We sketch a function that checks whether a causal effect is identifiable across scales given a graph encoding scale-specific mechanisms.

# Check cross-scale transportability: can we express P(Y_M | do(A_M)) from micro data?
# Simplified: check if there exists a path from A to Y that doesn't go through scale-specific confounders

using Graphs

function has_causal_path(g, src, dst)
    # BFS for directed path from src to dst
    visited = falses(nv(g))
    queue = [src]
    visited[src] = true
    while !isempty(queue)
        v = popfirst!(queue)
        for w in outneighbors(g, v)
            w == dst && return true
            if !visited[w]
                visited[w] = true
                push!(queue, w)
            end
        end
    end
    false
end

# Example: macro graph A → M → Y, with S (scale) → Y (observation differs by scale)
g = SimpleDiGraph(4)  # A=1, M=2, Y=3, S=4
add_edge!(g, 1, 2)
add_edge!(g, 2, 3)
add_edge!(g, 4, 3)  # S affects Y mechanism

# Transportability: need to block S when estimating A→Y
# If S is observed, we can adjust; otherwise not transportable
println("A→Y path exists: ", has_causal_path(g, 1, 3))
println("S→Y edge (scale affects outcome): present - adjustment for S required for transportability")
A→Y path exists: true
S→Y edge (scale affects outcome): present - adjustment for S required for transportability

20.7 Connection to Structural, Dynamical, and Observable Layers

Multi-scale modelling touches all three layers at each scale:

20.7.1 Structural Layer

Multi-scale DAGs with cross-scale edges encode which macro variables influence which micro variables (top-down) and how micro variables aggregate to influence macro variables (bottom-up).

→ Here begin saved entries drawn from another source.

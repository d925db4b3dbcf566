import type { Knex } from 'knex';

// When the outbox may next try a message: now for a new one, later after a failure, null when it waits for a lead.
// Claiming a message pushes it ahead, so two senders never send the same row at once.
export async function up(knex: Knex): Promise<void> {
  await knex.schema.alterTable('mail_log', (t) => {
    t.datetime('next_attempt_at', { precision: 3 }).nullable();
    t.index(['status', 'next_attempt_at'], 'mail_log_due');
  });
  await knex('mail_log').whereIn('status', ['queued', 'failed']).update({ next_attempt_at: knex.fn.now(3) as never });
}

export async function down(knex: Knex): Promise<void> {
  await knex.schema.alterTable('mail_log', (t) => {
    t.dropIndex(['status', 'next_attempt_at'], 'mail_log_due');
    t.dropColumn('next_attempt_at');
  });
}
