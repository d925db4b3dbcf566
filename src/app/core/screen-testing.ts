import { importProvidersFrom, provideZonelessChangeDetection, type EnvironmentProviders, type Provider } from '@angular/core';
import { provideHttpClient } from '@angular/common/http';
import { provideHttpClientTesting } from '@angular/common/http/testing';
import { MatIconTestingModule } from '@angular/material/icon/testing';
import { provideRouter } from '@angular/router';

/** What a screen's spec needs around it: zoneless change detection, an empty router, the testing HTTP backend and stand-in icons. */
export function screenTestProviders(): (Provider | EnvironmentProviders)[] {
  return [provideZonelessChangeDetection(), provideRouter([]), provideHttpClient(), provideHttpClientTesting(), importProvidersFrom(MatIconTestingModule)];
}
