import { TZDate } from '@date-fns/tz';
import { format } from 'date-fns';

/** A moment as the shop's clock shows it, e.g. "Tue 14 Jul 15:30". */
export function shopTime(at: string | Date, timeZone: string): string {
  return format(new TZDate(new Date(at), timeZone), 'EEE d MMM HH:mm');
}

/** A shop calendar day (YYYY-MM-DD) in words, e.g. "Tuesday 14 July 2026". */
export function shopDay(day: string): string {
  const [y, m, d] = day.split('-').map(Number);
  return format(new Date(Date.UTC(y!, m! - 1, d!, 12)), 'EEEE d MMMM yyyy');
}
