import type { Knex } from 'knex';

const pressureClasses = ['light', 'medium', 'firm', 'heavy'];
const peels = ['hot', 'warm', 'cold'];

export async function up(knex: Knex): Promise<void> {
  // A film type is a product line with one cut preset and one set of press recipes, sold in colours.
  await knex.schema.createTable('film_types', (t) => {
    t.increments('id');
    t.string('name', 120).notNullable().unique();
    t.string('supplier', 120).notNullable().defaultTo('');
    t.smallint('thickness_um').unsigned().notNullable();
    t.tinyint('wear_class').unsigned().notNullable(); // 1 thin smooth .. 4 abrasive
    t.smallint('cut_force_g').unsigned().notNullable();
    t.smallint('cut_speed_mm_s').unsigned().notNullable();
    t.tinyint('blade_angle_deg').unsigned().notNullable().defaultTo(45);
    t.integer('low_temp_film_type_id').unsigned().nullable().references('film_types.id');
    t.text('notes').notNullable();
  });

  await knex.schema.createTable('films', (t) => {
    t.increments('id');
    t.integer('film_type_id').unsigned().notNullable().references('film_types.id');
    t.string('colour', 60).notNullable();
    t.string('colour_hex', 7).notNullable(); // swatch on screen only
    t.unique(['film_type_id', 'colour']);
  });

  await knex.schema.createTable('fabrics', (t) => {
    t.increments('id');
    t.string('name', 120).notNullable().unique();
    t.smallint('max_temp_c').unsigned().notNullable();
    t.text('notes').notNullable();
  });

  await knex.schema.createTable('recipes', (t) => {
    t.increments('id');
    t.integer('film_type_id').unsigned().notNullable().references('film_types.id');
    t.integer('fabric_id').unsigned().notNullable().references('fabrics.id');
    t.smallint('temp_c').unsigned().notNullable();
    t.smallint('dwell_s').unsigned().notNullable();
    t.enum('pressure_class', pressureClasses).notNullable();
    t.enum('peel', peels).notNullable();
    t.smallint('pre_press_s').unsigned().notNullable().defaultTo(0);
    t.smallint('tack_s').unsigned().notNullable().defaultTo(0);
    t.smallint('second_press_s').unsigned().nullable();
    t.text('notes').notNullable();
    t.string('source', 240).notNullable();
    t.datetime('updated_at', { precision: 3 }).notNullable().defaultTo(knex.fn.now(3));
    t.unique(['film_type_id', 'fabric_id']);
  });

  await knex.schema.createTable('recipe_revisions', (t) => {
    t.increments('id');
    t.integer('recipe_id').unsigned().notNullable().references('recipes.id').onDelete('CASCADE');
    t.integer('changed_by').unsigned().nullable().references('users.id');
    t.datetime('changed_at', { precision: 3 }).notNullable().defaultTo(knex.fn.now(3));
    t.json('before').nullable();
    t.json('after').notNullable();
  });

  await knex.schema.createTable('presses', (t) => {
    t.increments('id');
    t.string('name', 120).notNullable().unique();
    t.enum('kind', ['manual', 'air']).notNullable();
    t.smallint('platen_width_mm').unsigned().notNullable();
    t.smallint('platen_height_mm').unsigned().notNullable();
    t.decimal('bore_mm', 6, 2).nullable(); // air presses only
    t.decimal('max_gauge_kpa', 7, 2).nullable();
    t.text('notes').notNullable();
  });

  await knex.schema.createTable('cutters', (t) => {
    t.increments('id');
    t.string('name', 120).notNullable().unique();
    t.smallint('carriage_width_mm').unsigned().notNullable();
    t.smallint('min_media_mm').unsigned().notNullable();
    t.smallint('max_media_mm').unsigned().notNullable();
    t.datetime('blade_installed_at', { precision: 3 }).nullable();
    t.bigInteger('blade_distance_mm').unsigned().notNullable().defaultTo(0);
    t.datetime('last_test_cut_at', { precision: 3 }).nullable();
    t.bigInteger('distance_at_last_test_mm').unsigned().notNullable().defaultTo(0);
    t.integer('last_film_type_id').unsigned().nullable().references('film_types.id');
    t.integer('test_cut_every_mm').unsigned().notNullable().defaultTo(500000);
  });

  await knex.schema.createTable('rolls', (t) => {
    t.increments('id');
    t.integer('film_id').unsigned().notNullable().references('films.id');
    t.string('label', 40).notNullable().unique(); // written on the core, e.g. R-014
    t.smallint('width_mm').unsigned().notNullable();
    t.integer('length_mm').unsigned().notNullable();
    t.integer('remaining_mm').unsigned().notNullable();
    t.integer('reorder_mm').unsigned().notNullable();
    t.string('rack_slot', 20).notNullable().defaultTo('');
    t.datetime('received_at', { precision: 3 }).notNullable().defaultTo(knex.fn.now(3));
    t.datetime('low_notified_at', { precision: 3 }).nullable();
    t.datetime('emptied_at', { precision: 3 }).nullable();
    t.index(['film_id']);
  });
}

export async function down(knex: Knex): Promise<void> {
  for (const table of ['rolls', 'cutters', 'presses', 'recipe_revisions', 'recipes', 'fabrics', 'films']) {
    await knex.schema.dropTable(table);
  }
  await knex.schema.dropTable('film_types');
}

Coarse-graining corresponds to moving from a finer structural description to a coarser one, while preserving causal semantics when the coarse-graining map commutes with intervention.

20.7.2 Dynamical Layer

Hierarchical SSMs provide the dynamical counterpart: scale-specific transition functions \(f^{(M)}\) and \(f^{(m)}\) with cross-scale coupling. The macro dynamics \(f^{(M)}\) depend on an aggregation of micro states; the micro dynamics \(f^{(m)}\) depend on the macro state. Timescale separation (slow/fast) reflects different rates of change at different scales.

20.7.3 Observable Layer

Measurements at different scales correspond to different observation functions \(h\). Cell-level assays observe \(Y^{(m)}\); organism-level outcomes observe \(Y^{(M)}\). The observation model \(Y_t = h(X^{(M)}_t, X^{(m)}_t) + v_t\) may mix both scales when measurements aggregate (e.g., tissue biopsy averaging over cells).

Multi-scale modelling then adds a further question: when we coarse-grain or transport causal claims, how do these layers align across scales?